JunzheJosephZhu commented 8 months ago

@TimDarcet

amundra15 commented 2 months ago

Hi @surajyakoa. Did you make any progress with your fine-tuning? I am in a similar spot where the model performance deteriorates gradually with the fine-tuning.

amundra15 commented 1 month ago

keeping the whole backbone frozen or unfreezing a few final layers

@surajyakoa can I ask how did you unfreeze a few layers selectively? I am trying to implement this, but am running into errors. I have two approaches in mind:

  1. Set the requires_grad flag to false for the initial layers. However, upon passing this model to FSDP, it complains that the requires_grad for all layers need to be uniform.
  2. Set the LR for the initial layers to 0. However, I am not able to figure out how various layers are mapped to the params_group using get_params_groups().

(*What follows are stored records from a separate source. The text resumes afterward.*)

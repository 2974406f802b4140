import { Fraction } from "fraction.js";
import { GoodBasisError } from "../errors.js";
import { requireArgument, shown } from "../misuse.js";
import type { Complex } from "../numerics/complex.js";
import { signOfReal } from "./bounds.js";
import { dyadic } from "./dyadic.js";
import { type Arithmetic, readExpression } from "./expression.js";
import { isFraction } from "./fraction.js";
import { bitLength, isSafe } from "./integer.js";
import { invertTerms } from "./inverse.js";
import { type SurdTextOptions, textOf } from "./print.js";
import { roundReal } from "./round.js";
import {
  addSafe,
  invertSafe,
  lowestTerm,
  multiplySafe,
  type SafeParts,
  type SafeTerm,
  ZERO_TERM,
} from "./safe-term.js";
import {
  addTerms,
  imaginaryTerms,
  mapTerms,
  multiplyTerms,
  NO_TERMS,
  oneTerm,
  realTerms,
  rootTerm,
  type SurdTerm,
  type Terms,
} from "./terms.js";
import { zeroDivision } from "./zero-division.js";

/** Everything that an exact number can be read from; a JavaScript number counts as the very double that it is. */
export type SurdInput = Surd | Fraction | bigint | number | string | Complex;

/** Binary digits that a power may have. */
const MOST_POWER_BITS = 4_000_000;

/**
 * An exact number Σ q_d √d with complex rational q_d and whole d ≥ 1; immutable.
 *
 * These numbers form a field. A number is zero only if it has no term: the √d of distinct square classes are linearly
 * independent over Q(i), and roots that might belong to one class are split over a coprime base when they meet. Signs are
 * decided by intervals of growing precision once zero is excluded.
 *
 * A number with a single term in safe integers, (n + i m) √r / d, stays in machine numbers; anything else holds big integers.
 *
 * @example
 * ```ts
 * import { Surd } from "goodbasis";
 *
 * const c = Surd.from("sqrt(2/3)");
 * console.log(c.times(c).equals("2/3"), c.toNumber()); // true 0.816496580927726
 * console.log(Surd.from("1/(sqrt(2)+sqrt(3))").text({ form: "unicode" })); // −√2 + √3
 * ```
 */
export class Surd {
  /** The number where one term in safe integers holds it; undefined elsewhere. */
  readonly #safe: SafeTerm | undefined;
  /** The general form where it is needed. */
  readonly #large: Terms | undefined;

  private constructor(safe: SafeTerm | undefined, large: Terms | undefined) {
    if (typeof safe?.n !== "number" && typeof large?.den !== "bigint") {
      throw new GoodBasisError("option", "Surd: make one with Surd.from, which takes text, numbers and fractions");
    }
    this.#safe = safe;
    this.#large = large;
  }

  /** 0. */
  static readonly zero: Surd = new Surd(ZERO_TERM, undefined);
  /** 1. */
  static readonly one: Surd = new Surd({ n: 1, m: 0, r: 1, d: 1 }, undefined);
  /** The imaginary unit. */
  static readonly i: Surd = new Surd({ n: 0, m: 1, r: 1, d: 1 }, undefined);

  /**
   * Reads an exact number: text such as "-1/2*sqrt(3)", a big integer, a `Fraction`, or a double (or pair re, im of them),
   * which counts as its exact dyadic value, so that 0.1 is not 1/10 but "0.1" is.
   *
   * @throws GoodBasisError `text`, `zero-division` - of a text, with `details.position`; `not-finite` - NaN or infinite;
   *   `option` - nothing of these
   */
  static from(input: SurdInput): Surd {
    if (input instanceof Surd) return input;
    if (typeof input === "number") return fromDouble(input);
    if (typeof input === "bigint") return Surd.ratio(input, 1n);
    if (typeof input === "string") return readExpression(input, ARITHMETIC);
    if (isFraction(input)) return Surd.ratio(input.s * input.n, input.d);
    if (typeof input === "object" && input !== null && typeof input.re === "number" && typeof input.im === "number") {
      return fromDouble(input.re).plus(fromDouble(input.im).times(Surd.i));
    }
    const message = `Surd.from: expected a number, a text or a fraction, got ${input === null ? "null" : typeof input}`;
    throw new GoodBasisError("option", message);
  }

  /**
   * numerator / denominator.
   *
   * @throws GoodBasisError `zero-division`
   */
  static ratio(numerator: bigint, denominator: bigint): Surd {
    const whole = typeof numerator === "bigint" && typeof denominator === "bigint";
    requireArgument(
      whole,
      "Surd.ratio",
      "two big integers",
      numerator,
      "write them as 2n, or pass a text to Surd.from",
    );
    if (denominator === 0n) throw zeroDivision("Surd.ratio", `${numerator}`);
    if (denominator > 0n && isSafe(numerator) && isSafe(denominator)) {
      return Surd.#ofSafe(lowestTerm(Number(numerator), 0, 1, Number(denominator)));
    }
    return Surd.fromTerms(oneTerm(numerator, 0n, 1n, denominator));
  }

  /**
   * (re + i im) / den in safe integers, not necessarily in lowest terms; den ≥ 1.
   *
   * @throws GoodBasisError `option` - not safe integers, or den < 1
   */
  static fromSafe(re: number, im: number, den: number): Surd {
    if (Number.isSafeInteger(re) && Number.isSafeInteger(im) && Number.isSafeInteger(den) && den >= 1) {
      return Surd.#ofSafe(lowestTerm(re, im, 1, den));
    }
    const message = `Surd.fromSafe: expected whole numbers up to 2^53 over one from 1 on, got (${shown(re)} + ${shown(im)}i) / ${shown(den)}`;
    throw new GoodBasisError("option", message, { re, im, den });
  }

  /**
   * √x of a rational number x ≥ 0; undefined for any other, whose root need not lie in the field.
   *
   * @throws GoodBasisError what {@link Surd.from} throws
   */
  static sqrt(x: SurdInput): Surd | undefined {
    const square = Surd.from(x);
    const { roots, re, im, den } = square.terms;
    if (roots.length === 0) return Surd.zero;
    if (roots.length > 1 || roots[0] !== 1n || im[0] !== 0n || (re[0] as bigint) < 0n) return undefined;
    return Surd.fromTerms(rootTerm(re[0] as bigint, den));
  }

  /**
   * Wraps a general form, which must keep the invariants of {@link Terms}.
   *
   * @internal
   */
  static fromTerms(terms: Terms): Surd {
    if (terms.roots.length === 0) return Surd.zero;
    const [n, m, r] = [terms.re[0] as bigint, terms.im[0] as bigint, terms.roots[0] as bigint];
    if (terms.roots.length === 1 && terms.plain && isSafe(n) && isSafe(m) && isSafe(r) && isSafe(terms.den)) {
      return new Surd({ n: Number(n), m: Number(m), r: Number(r), d: Number(terms.den) }, undefined);
    }
    return new Surd(undefined, terms);
  }

  static #ofSafe(term: SafeTerm): Surd {
    return term === ZERO_TERM ? Surd.zero : new Surd(term, undefined);
  }

  /**
   * The general form.
   *
   * @internal
   */
  get terms(): Terms {
    if (this.#large !== undefined) return this.#large;
    if (this.#safe === undefined || this.#safe === ZERO_TERM) return NO_TERMS;
    const { n, m, r, d } = this.#safe;
    return { roots: [BigInt(r)], re: [BigInt(n)], im: [BigInt(m)], den: BigInt(d), plain: true };
  }

  /**
   * The general form of a number that needs it; undefined for one term in safe integers.
   *
   * @internal
   */
  get largeTerms(): Terms | undefined {
    return this.#large;
  }

  /**
   * The number in safe integers where it is complex rational and fits; undefined otherwise.
   *
   * @internal
   */
  get safeParts(): SafeParts | undefined {
    if (this.#safe === undefined || this.#safe.r !== 1) return undefined;
    return { re: this.#safe.n, im: this.#safe.m, den: this.#safe.d };
  }

  /** The terms by ascending root, coefficients as fractions. */
  parts(): SurdTerm[] {
    const { roots, re, im, den } = this.terms;
    return roots.map((root, k) => ({
      root,
      re: new Fraction(re[k] as bigint, den),
      im: new Fraction(im[k] as bigint, den),
    }));
  }

  /** Whether it is zero, exactly. */
  get isZero(): boolean {
    return this.#safe === ZERO_TERM;
  }

  /** Whether the imaginary part is zero, exactly. */
  get isReal(): boolean {
    return this.#safe?.m === 0 || (this.#large?.im.every((y) => y === 0n) ?? false);
  }

  /** Whether it is a real fraction. */
  get isRational(): boolean {
    if (this.#safe !== undefined) return this.#safe.m === 0 && this.#safe.r === 1;
    return this.terms.roots.length === 1 && this.terms.roots[0] === 1n && this.terms.im[0] === 0n;
  }

  /** Whether it is a whole number. */
  get isInteger(): boolean {
    return this.isRational && (this.#safe === undefined ? this.terms.den === 1n : this.#safe.d === 1);
  }

  /** x + y. @throws GoodBasisError what {@link Surd.from} throws */
  plus(other: SurdInput): Surd {
    const b = Surd.from(other);
    if (this.isZero) return b;
    if (b.isZero) return this;
    if (this.#safe !== undefined && b.#safe !== undefined && this.#safe.r === b.#safe.r) {
      const sum = addSafe(this.#safe, b.#safe);
      if (sum !== undefined) return Surd.#ofSafe(sum);
    }
    return Surd.fromTerms(addTerms(this.terms, b.terms));
  }

  /** x − y. @throws GoodBasisError what {@link Surd.from} throws */
  minus(other: SurdInput): Surd {
    return this.plus(Surd.from(other).negate());
  }

  /** −x. */
  negate(): Surd {
    if (this.isZero) return this;
    if (this.#safe !== undefined) {
      const { n, m, r, d } = this.#safe;
      return new Surd({ n: 0 - n, m: 0 - m, r, d }, undefined);
    }
    return Surd.fromTerms(mapTerms(this.terms, (re, im) => [-re, -im]));
  }

  /** The complex conjugate. */
  conjugate(): Surd {
    if (this.isReal) return this;
    if (this.#safe !== undefined) return new Surd({ ...this.#safe, m: 0 - this.#safe.m }, undefined);
    return Surd.fromTerms(mapTerms(this.terms, (re, im) => [re, -im]));
  }

  /**
   * x y.
   *
   * @throws GoodBasisError what {@link Surd.from} throws; `budget` - far too many square roots
   */
  times(other: SurdInput): Surd {
    const b = Surd.from(other);
    if (this.#safe !== undefined && b.#safe !== undefined) {
      const product = multiplySafe(this.#safe, b.#safe);
      if (product !== undefined) return Surd.#ofSafe(product);
    }
    return Surd.fromTerms(multiplyTerms(this.terms, b.terms));
  }

  /**
   * 1 / x, by conjugations over the roots.
   *
   * @throws GoodBasisError `zero-division`; `budget` - far too many square roots
   */
  inverse(): Surd {
    if (this.isZero) throw zeroDivision("Surd.inverse", "1");
    const inverse = this.#safe && invertSafe(this.#safe);
    if (inverse !== undefined) return Surd.#ofSafe(inverse);
    return Surd.fromTerms(invertTerms(this.terms));
  }

  /**
   * x / y.
   *
   * @throws GoodBasisError `zero-division`; what {@link Surd.from} throws; `budget` - far too many square roots
   */
  over(other: SurdInput): Surd {
    const b = Surd.from(other);
    if (b.isZero) throw zeroDivision("Surd.over", this.text());
    return this.times(b.inverse());
  }

  /**
   * x to a whole power.
   *
   * @throws GoodBasisError `option` - not a whole number; `zero-division` - a negative power of zero; `budget`
   */
  power(exponent: number): Surd {
    if (!Number.isSafeInteger(exponent)) {
      throw new GoodBasisError("option", `Surd.power: the exponent must be whole, got ${shown(exponent)}`, {
        exponent,
      });
    }
    if (exponent < 0) return this.inverse().power(-exponent);
    const { re, im, roots, den } = this.terms;
    const bits = Math.max(0, ...[den, ...re, ...im, ...roots].map(bitLength));
    // ±1 and ±i do not grow
    const grows = bits > 1 || roots.length > 1 || (!this.isReal && re[0] !== 0n);
    if (grows && bits * exponent > MOST_POWER_BITS) {
      const message = `Surd.power: exponent ${exponent} makes a number of more than a million digits`;
      throw new GoodBasisError("budget", message, { exponent });
    }
    let result = Surd.one;
    for (let [square, rest]: [Surd, number] = [this, exponent]; rest > 0; rest = Math.floor(rest / 2)) {
      if (rest % 2 === 1) result = result.times(square);
      if (rest > 1) square = square.times(square);
    }
    return result;
  }

  /** Whether both are the same number. @throws GoodBasisError what {@link Surd.from} throws */
  equals(other: SurdInput): boolean {
    const b = Surd.from(other);
    if (this.#safe !== undefined && b.#safe !== undefined) {
      const [x, y] = [this.#safe, b.#safe];
      return x.n === y.n && x.m === y.m && x.d === y.d && x.r === y.r;
    }
    return this.minus(b).isZero;
  }

  /** The real part. */
  get re(): Surd {
    if (this.isReal) return this;
    if (this.#safe !== undefined) return Surd.#ofSafe(lowestTerm(this.#safe.n, 0, this.#safe.r, this.#safe.d));
    return Surd.fromTerms(realTerms(this.terms));
  }

  /** The imaginary part, a real number. */
  get im(): Surd {
    if (this.#safe !== undefined) return Surd.#ofSafe(lowestTerm(this.#safe.m, 0, this.#safe.r, this.#safe.d));
    return Surd.fromTerms(imaginaryTerms(this.terms));
  }

  /** |x|² = x x*. */
  squaredModulus(): Surd {
    return this.times(this.conjugate());
  }

  /**
   * The sign of a real number.
   *
   * @throws GoodBasisError `not-real`
   */
  sign(): -1 | 0 | 1 {
    requireReal("Surd.sign", this);
    if (this.#safe === undefined) return signOfReal(this.terms);
    return this.#safe.n > 0 ? 1 : this.#safe.n < 0 ? -1 : 0;
  }

  /**
   * The sign of x − y for real numbers, so that a list is sorted with `(x, y) => x.compare(y)`.
   *
   * @throws GoodBasisError `not-real`; what {@link Surd.from} throws
   */
  compare(other: SurdInput): -1 | 0 | 1 {
    const b = Surd.from(other);
    requireReal("Surd.compare", this);
    requireReal("Surd.compare", b);
    return this.minus(b).sign();
  }

  /**
   * The double nearest to a real number, correctly rounded, ties to even; infinite beyond the range of doubles.
   *
   * @throws GoodBasisError `not-real`
   */
  toNumber(): number {
    requireReal("Surd.toNumber", this);
    return this.toComplex().re;
  }

  /** The doubles nearest to the real and imaginary part, each correctly rounded, ties to even. */
  toComplex(): Complex {
    // the quotient of two safe integers is rounded correctly by the machine
    if (this.#safe?.r === 1) return { re: this.#safe.n / this.#safe.d, im: this.#safe.m / this.#safe.d };
    const { re, im } = this;
    return { re: roundReal(re.terms, "nearest"), im: roundReal(im.terms, "nearest") };
  }

  /**
   * The narrowest interval of doubles around a real number: [x, x] where it is one.
   *
   * @throws GoodBasisError `not-real`
   */
  enclosure(): readonly [number, number] {
    requireReal("Surd.enclosure", this);
    return [roundReal(this.terms, "down"), roundReal(this.terms, "up")];
  }

  /** The number as text, which {@link Surd.from} reads back; zero is "0". */
  text(options?: SurdTextOptions): string {
    return textOf(this.terms, options);
  }

  /** The plain text. */
  toString(): string {
    return this.text();
  }

  /** The plain text, for JSON. */
  toJSON(): string {
    return this.text();
  }
}

function fromDouble(x: number): Surd {
  if (Number.isSafeInteger(x)) return Surd.fromSafe(x, 0, 1);
  const { numerator, exponent } = dyadic("Surd.from", x);
  const power = 1n << BigInt(Math.abs(exponent));
  return exponent >= 0 ? Surd.ratio(numerator * power, 1n) : Surd.ratio(numerator, power);
}

function requireReal(where: string, x: Surd): void {
  if (x.isReal) return;
  throw new GoodBasisError("not-real", `${where}: expected a real number, got ${x.text()}; take .re, .im or a modulus`);
}

const ARITHMETIC: Arithmetic<Surd> = {
  i: Surd.i,
  ratio: Surd.ratio,
  plus: (a, b) => a.plus(b),
  minus: (a, b) => a.minus(b),
  times: (a, b) => a.times(b),
  over: (a, b) => (b.isZero ? undefined : a.over(b)),
  sqrt: (a) => Surd.sqrt(a),
  power: (a, exponent) => (exponent < 0 && a.isZero ? undefined : a.power(exponent)),
};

UPDATE: managed to do so by adding the following lines to get_params_groups_with_decay() in param_groups.py

       if "blocks." in name and "residual" not in name: \
            block_id = int(name[name.find("blocks.") :].split(".")[1])
            if block_id < freeze_vit_nlayers:
                d.update({"lr_multiplier": 0.0})
ganeshv-cerebras commented 1 week ago

The only batch size-dependent parts are SK and KoLeo. Both add a contrastive element to the loss, similar to a simclr, so they might behave badly at small BS.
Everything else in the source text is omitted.